▽

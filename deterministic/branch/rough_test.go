package branch

import (
	"errors"
	"strings"
	"testing"

	"holdfast/deterministic"
	"holdfast/internal/zoo"
	"holdfast/model"
)

// At x = 0 the law x^(1/2) has no derivative: the empty state cannot be followed, and
// that is said; the other state, x = (β/γ)², can.
func TestStateWithoutDerivative(t *testing.T) {
	s := newSketch(30)
	x := s.species("x", 1)
	s.law("make", model.Call(model.OpMul, s.constant("beta", 2), model.Call(model.OpSqrt, x)), nil, turn{x})
	s.massAction(num(1), turn{x}, nil, nil)
	d := follow(t, s.network(t), "beta", 1, 4)
	for _, b := range d.Branches {
		for _, p := range b.Points {
			near(t, "x", p.Amounts[0], p.Knob*p.Knob, 1e-9)
		}
	}
	if len(d.Branches) != 1 {
		t.Errorf("%d branches, want 1", len(d.Branches))
	}
}

// With the half-amount turned down to 0 the empty state's law is 0/0 at the end: the
// branch is lost there, in words, and all others reach the end.
func TestLawNotFiniteAtTheEnd(t *testing.T) {
	n := zoo.SelfActivator(3, 1, 1, 2, 100)
	d := follow(t, n, "half", 0, 2)
	lost := d.Marks(Lost)
	for _, m := range lost {
		if m.Text == "" || m.Amounts[0] > 1e-6 {
			t.Errorf("lost at x = %v, half = %v: %q", m.Amounts, m.Knob, m.Text)
		}
	}
	near(t, "fold", one(t, d, Fold).Knob, 1.5, located)
	w := windowOf(t, d, "high")
	checkEnd(t, "the high state's fold", w.High, Fold, 1.5)
	if w.Low.Mark.Kind != RangeEnd || w.Low.Knob != 0 {
		t.Errorf("the high state ends at %v, half = %v; want the range's end at 0", w.Low.Mark.Kind, w.Low.Knob)
	}
}

// Three genes that all shut each other off, x' = α/(1+y³+z³) − x and so on: on the
// symmetric branch, α = x(1+2x³), the two eigenvalues off the diagonal are both −1 +
// 3x³/(1+2x³) and pass 0 at once at x = 1, α = 3 (algebra). That is marked, no fold
// and no Hopf point, and the branches through it are found from the samples. The
// equations are doubly singular there, so the place is known to the root of rounding,
// 1.5e-8, times a few.
func TestSeveralEigenvaluesAtOnce(t *testing.T) {
	s := newSketch(100)
	genes := turn{s.species("x", 0), s.species("y", 0), s.species("z", 0)}
	alpha := s.constant("alpha", 6)
	for i, x := range genes {
		y, z := genes[(i+1)%3], genes[(i+2)%3]
		s.law("make", over(alpha, plus(num(1), plus(raise(y, num(3)), raise(z, num(3))))), nil, turn{x})
		s.massAction(num(1), turn{x}, nil, nil)
	}
	n := s.network(t)
	d := follow(t, n, "alpha", 0.5, 10)
	m := one(t, d, Crossing)
	near(t, "α", m.Knob, 3, 6e-8)
	near(t, "x", m.Amounts[0], 1, 6e-8)
	if len(d.Marks(Hopf)) != 0 {
		t.Errorf("Hopf points %v", d.Marks(Hopf))
	}
	survey, err := deterministic.Survey(t.Context(), n, deterministic.Options{})
	if err != nil {
		t.Fatal(err)
	}
	compareStates(t, "today", statesAt(d, 6), survey)
}

func TestBoxWithoutAnEdge(t *testing.T) {
	n := zoo.Latch(100)
	k, err := NewKnob(n, "b", 0.2, 2)
	if err != nil {
		t.Fatal(err)
	}
	_, err = Follow(t.Context(), n, k, Options{High: []float64{3}})
	var box *BoxError
	if !errors.As(err, &box) || !strings.Contains(err.Error(), "protein") {
		t.Errorf("error %v, want *BoxError of protein", err)
	}
}

// β = 2 is the fold of x' = βx²/(1+x²) − x, at x = 1: today's setting is on it.
func TestTodayOnAFold(t *testing.T) {
	d := follow(t, zoo.SelfActivator(2, 1, 1, 2, 100), "beta", 1, 3)
	near(t, "fold", one(t, d, Fold).Knob, 2, located)
	if said := strings.Join(d.Warnings, "\n"); !strings.Contains(said, "today's setting lies on a fold") {
		t.Errorf("no warning that today's setting lies on the fold: %q", said)
	}
	if len(d.Windows) != 1 || d.Windows[0].Amounts[0] != 0 {
		t.Errorf("windows %v, want that of the empty state only", d.Windows)
	}
}

// A fold on the end of the knob's range by rounding is not put outside it: x' = s +
// x²/(1+x²) − x/2 folds at s = 0, x = 1.
func TestFoldOnTheEndOfTheRange(t *testing.T) {
	d := follow(t, zoo.LeakyActivator(0.5, 1e-3, 100), "s", 0, 1)
	for _, m := range d.Folds() {
		if m.Knob < 0 {
			t.Errorf("fold at s = %g", m.Knob)
		}
	}
	w := windowOf(t, d, "high")
	if w.Low.Knob > 1e-15 {
		t.Errorf("the high state ends at s = %g, want 0", w.Low.Knob)
	}
}
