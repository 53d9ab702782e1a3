package branch

import (
	"math"

	"holdfast/model"
)

// setting is everything that knobs can turn, at some values of the knobs, with
// derivatives in the knobs.
type setting struct {
	net    *model.Network
	turned []Knob
	base   []float64 // the totals' values today, in molecules

	constants []float64
	copies    float64
	held      []float64   // the totals, in molecules, without what copies add
	slope     [][]float64 // by knob, one a constant: ∂constant/∂knob
}

func newSetting(n *model.Network, knobs []Knob, totals []model.Total) *setting {
	s := &setting{
		net: n, turned: knobs, base: make([]float64, len(totals)),
		constants: make([]float64, len(n.Constants)), held: make([]float64, len(totals)),
	}
	for i, t := range totals {
		s.base[i] = float64(t.Value)
	}
	for range knobs {
		s.slope = append(s.slope, make([]float64, len(n.Constants)))
	}
	return s
}

// turn sets the knobs to values p.
func (s *setting) turn(p []float64) {
	copy(s.constants, s.net.ConstantValues())
	copy(s.held, s.base)
	s.copies = s.net.Copies
	for i, k := range s.turned {
		switch k.kind {
		case copiesKnob:
			s.copies = p[i]
		case totalKnob:
			s.held[k.total] = p[i]
		default:
			s.turnConstants(k, p[i], s.slope[i])
		}
	}
}

// turnConstants scales the knob's constants so that their product is p.
func (s *setting) turnConstants(k Knob, p float64, slope []float64) {
	if len(k.constants) == 1 {
		s.constants[k.constants[0]] = p
		slope[k.constants[0]] = 1
		return
	}
	parts := float64(len(k.constants))
	factor := math.Pow(p/k.Today(s.net), 1/parts)
	for _, c := range k.constants {
		s.constants[c] *= factor
		slope[c] = s.constants[c] / (parts * p)
	}
}
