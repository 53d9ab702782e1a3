package branch

import (
	"math"
	"slices"

	"gonum.org/v1/gonum/floats"
)

// events lists what happens inside a segment, in the order in which it runs;
// before and after are the eigenvalues at its ends, nil at a corner.
func (t *tracer) events(g segment, before, after []complex128) []spot {
	var out []spot
	meeting := t.meetingOn(g)
	if meeting != nil {
		out = append(out, *meeting)
	}
	n := t.f.n
	if g.from.tangent[n]*g.to.tangent[n] < 0 && (meeting == nil || !meeting.mark.Turns) {
		out = append(out, t.turnOn(g))
	}
	if s, ok := t.hopfOn(g, before, after); ok {
		out = append(out, s)
	}
	for _, k := range t.kinks {
		if s, ok := t.kinkOn(g, k); ok {
			out = append(out, s)
		}
	}
	if len(out) == 0 && before != nil && unstable(before) != unstable(after) {
		if s, ok := t.changeOn(g, unstable(before)); ok {
			out = append(out, s)
		}
	}
	slices.SortStableFunc(out, func(a, b spot) int { return compare(g.share(a.u), g.share(b.u)) })
	return out
}

// meetingOn finds the point of the segment where branches meet, which the
// determinant's change of sign tells of; nil where there is none.
func (t *tracer) meetingOn(g segment) *spot {
	if g.from.sign*g.to.sign >= 0 {
		return nil
	}
	low, high := 0.0, 1.0
	for range 40 {
		mid := (low + high) / 2
		p, ok := t.within(g, mid)
		if !ok {
			p = &place{u: g.from.step(mid * g.length), weight: g.from.weight}
		}
		if c, ok := locateCrossing(t.f, p.u, p.weight); ok && g.holds(c.u) {
			return t.meetingSpot(g, c)
		}
		if !ok {
			return nil
		}
		if p.sign == g.from.sign {
			low = mid
		} else {
			high = mid
		}
	}
	return nil
}

func (t *tracer) meetingSpot(g segment, c *crossing) *spot {
	m := c.mark(t.f)
	own := c.own(g)
	m.Turns = own != nil && math.Abs(own[t.f.n]) < flatKnob
	return &spot{u: c.u, weight: c.weight, values: t.f.eigenvalues(c.u, c.weight), mark: &m, meeting: c}
}

// own is the direction of the branch that the segment lies on; nil where the
// directions are not known.
func (c *crossing) own(g segment) []float64 {
	var best []float64
	most := -1.0
	for _, d := range c.directions {
		if v := math.Abs(floats.Dot(d, g.from.tangentIn(c.weight))); v > most {
			best, most = d, v
		}
	}
	return best
}

// turnOn finds the point of the segment where the branch turns back in the knob: a
// fold or, where the turn is not transversal, a place where branches meet.
func (t *tracer) turnOn(g segment) spot {
	n := t.f.n
	slope := func(p *place) float64 { return p.tangent[n] }
	a, b := slope(g.from), slope(g.to)
	if p, ok := t.within(g, a/(a-b)); ok {
		if d, ok := locateFold(t.f, p.u, p.weight); ok && g.holds(d.u) && d.transversal >= leastTransversal {
			return t.foldSpot(d)
		}
	}
	p, ok := t.zero(g, a, b, slope)
	if !ok {
		p = g.to
	}
	if d, ok := locateFold(t.f, p.u, p.weight); ok && g.holds(d.u) && d.transversal >= leastTransversal {
		return t.foldSpot(d)
	}
	if c, ok := locateCrossing(t.f, p.u, p.weight); ok && g.holds(c.u) {
		return *t.meetingSpot(g, c)
	}
	s := t.spotAt(p.u, p.weight)
	s.mark = t.endMark(p.u, Crossing, "")
	s.mark.Turns = true
	return s
}

func (t *tracer) foldSpot(d *fold) spot {
	m := d.mark(t.f)
	s := t.spotAt(d.u, d.weightIn(t.ruler))
	s.mark = &m
	return s
}

func (d *fold) weightIn(r *ruler) []float64 { return r.weights(d.u) }

// leastFrequency is the frequency, relative to the fastest rate, below which a pair
// counts as real: rounding splits a double eigenvalue into a pair by about its root.
const leastFrequency = 1e-7

// hopfOn finds the point of the segment where a complex pair crosses.
func (t *tracer) hopfOn(g segment, before, after []complex128) (spot, bool) {
	a, _ := pairs(before)
	b, _ := pairs(after)
	if !(a*b < 0) || math.IsInf(a, 0) || math.IsInf(b, 0) {
		return spot{}, false
	}
	p, ok := t.zero(g, a, b, func(q *place) float64 {
		v, _ := pairs(t.f.eigenvalues(q.u, q.weight))
		return v
	})
	if !ok {
		return spot{}, false
	}
	s := t.spotAt(p.u, p.weight)
	_, frequency := pairs(s.values)
	fastest := 0.0
	for _, v := range s.values {
		fastest = max(fastest, math.Hypot(real(v), imag(v)))
	}
	if frequency <= leastFrequency*fastest { // real ones: of opposite sign, or both 0
		return spot{}, false
	}
	s.mark = t.endMark(p.u, Hopf, "")
	s.mark.Frequency = frequency
	return s, true
}

// changeOn finds, by bisection, where the number of unstable directions changes and
// neither a determinant nor a pair tells why: several eigenvalues pass 0 at once, as
// they do where symmetric branches meet. before is the number at the segment's start.
func (t *tracer) changeOn(g segment, before int) (spot, bool) {
	low, high := 0.0, 1.0
	var at *place
	for high-low > 1e-12 {
		mid := (low + high) / 2
		p, ok := t.within(g, mid)
		if !ok {
			break
		}
		at = p
		if unstable(t.f.eigenvalues(p.u, p.weight)) == before {
			low = mid
		} else {
			high = mid
		}
	}
	if at == nil {
		return spot{}, false
	}
	s := t.spotAt(at.u, at.weight)
	s.mark = t.endMark(at.u, Crossing, "")
	s.mark.Text = "several eigenvalues pass 0 at once"
	return s, true
}

// kinkOn finds the point of the segment where the kink's sides change over.
func (t *tracer) kinkOn(g segment, k kink) (spot, bool) {
	a, b := t.f.side(k, g.from.u), t.f.side(k, g.to.u)
	if !(a*b < 0) {
		return spot{}, false
	}
	p, ok := t.zero(g, a, b, func(q *place) float64 { return t.f.side(k, q.u) })
	if !ok {
		return spot{}, false
	}
	s := t.spotAt(p.u, p.weight)
	s.mark = t.endMark(p.u, Kink, "")
	s.mark.Text = t.f.text(k)
	return s, true
}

△

Work task: Up to and including the line with "are both −1 +", repeat the entries exactly, beginning at their first line.

Answer box:
filename deterministic/branch/rough_test.go
package branch

import (
	"errors"
	"strings"
	"testing"

	"holdfast/deterministic"
	"holdfast/internal/zoo"
	"holdfast/model"
)

// At x = 0 the law x^(1/2) has no derivative: the empty state cannot be followed, and
// that is said; the other state, x = (β/γ)², can.
func TestStateWithoutDerivative(t *testing.T) {
	s := newSketch(30)
	x := s.species("x", 1)
	s.law("make", model.Call(model.OpMul, s.constant("beta", 2), model.Call(model.OpSqrt, x)), nil, turn{x})
	s.massAction(num(1), turn{x}, nil, nil)
	d := follow(t, s.network(t), "beta", 1, 4)
	for _, b := range d.Branches {
		for _, p := range b.Points {
			near(t, "x", p.Amounts[0], p.Knob*p.Knob, 1e-9)
		}
	}
	if len(d.Branches) != 1 {
		t.Errorf("%d branches, want 1", len(d.Branches))
	}
}

// With the half-amount turned down to 0 the empty state's law is 0/0 at the end: the
// branch is lost there, in words, and all others reach the end.
func TestLawNotFiniteAtTheEnd(t *testing.T) {
	n := zoo.SelfActivator(3, 1, 1, 2, 100)
	d := follow(t, n, "half", 0, 2)
	lost := d.Marks(Lost)
	for _, m := range lost {
		if m.Text == "" || m.Amounts[0] > 1e-6 {
			t.Errorf("lost at x = %v, half = %v: %q", m.Amounts, m.Knob, m.Text)
		}
	}
	near(t, "fold", one(t, d, Fold).Knob, 1.5, located)
	w := windowOf(t, d, "high")
	checkEnd(t, "the high state's fold", w.High, Fold, 1.5)
	if w.Low.Mark.Kind != RangeEnd || w.Low.Knob != 0 {
		t.Errorf("the high state ends at %v, half = %v; want the range's end at 0", w.Low.Mark.Kind, w.Low.Knob)
	}
}

// Three genes that all shut each other off, x' = α/(1+y³+z³) − x and so on: on the
// symmetric branch, α = x(1+2x³), the two eigenvalues off the diagonal are both −1 +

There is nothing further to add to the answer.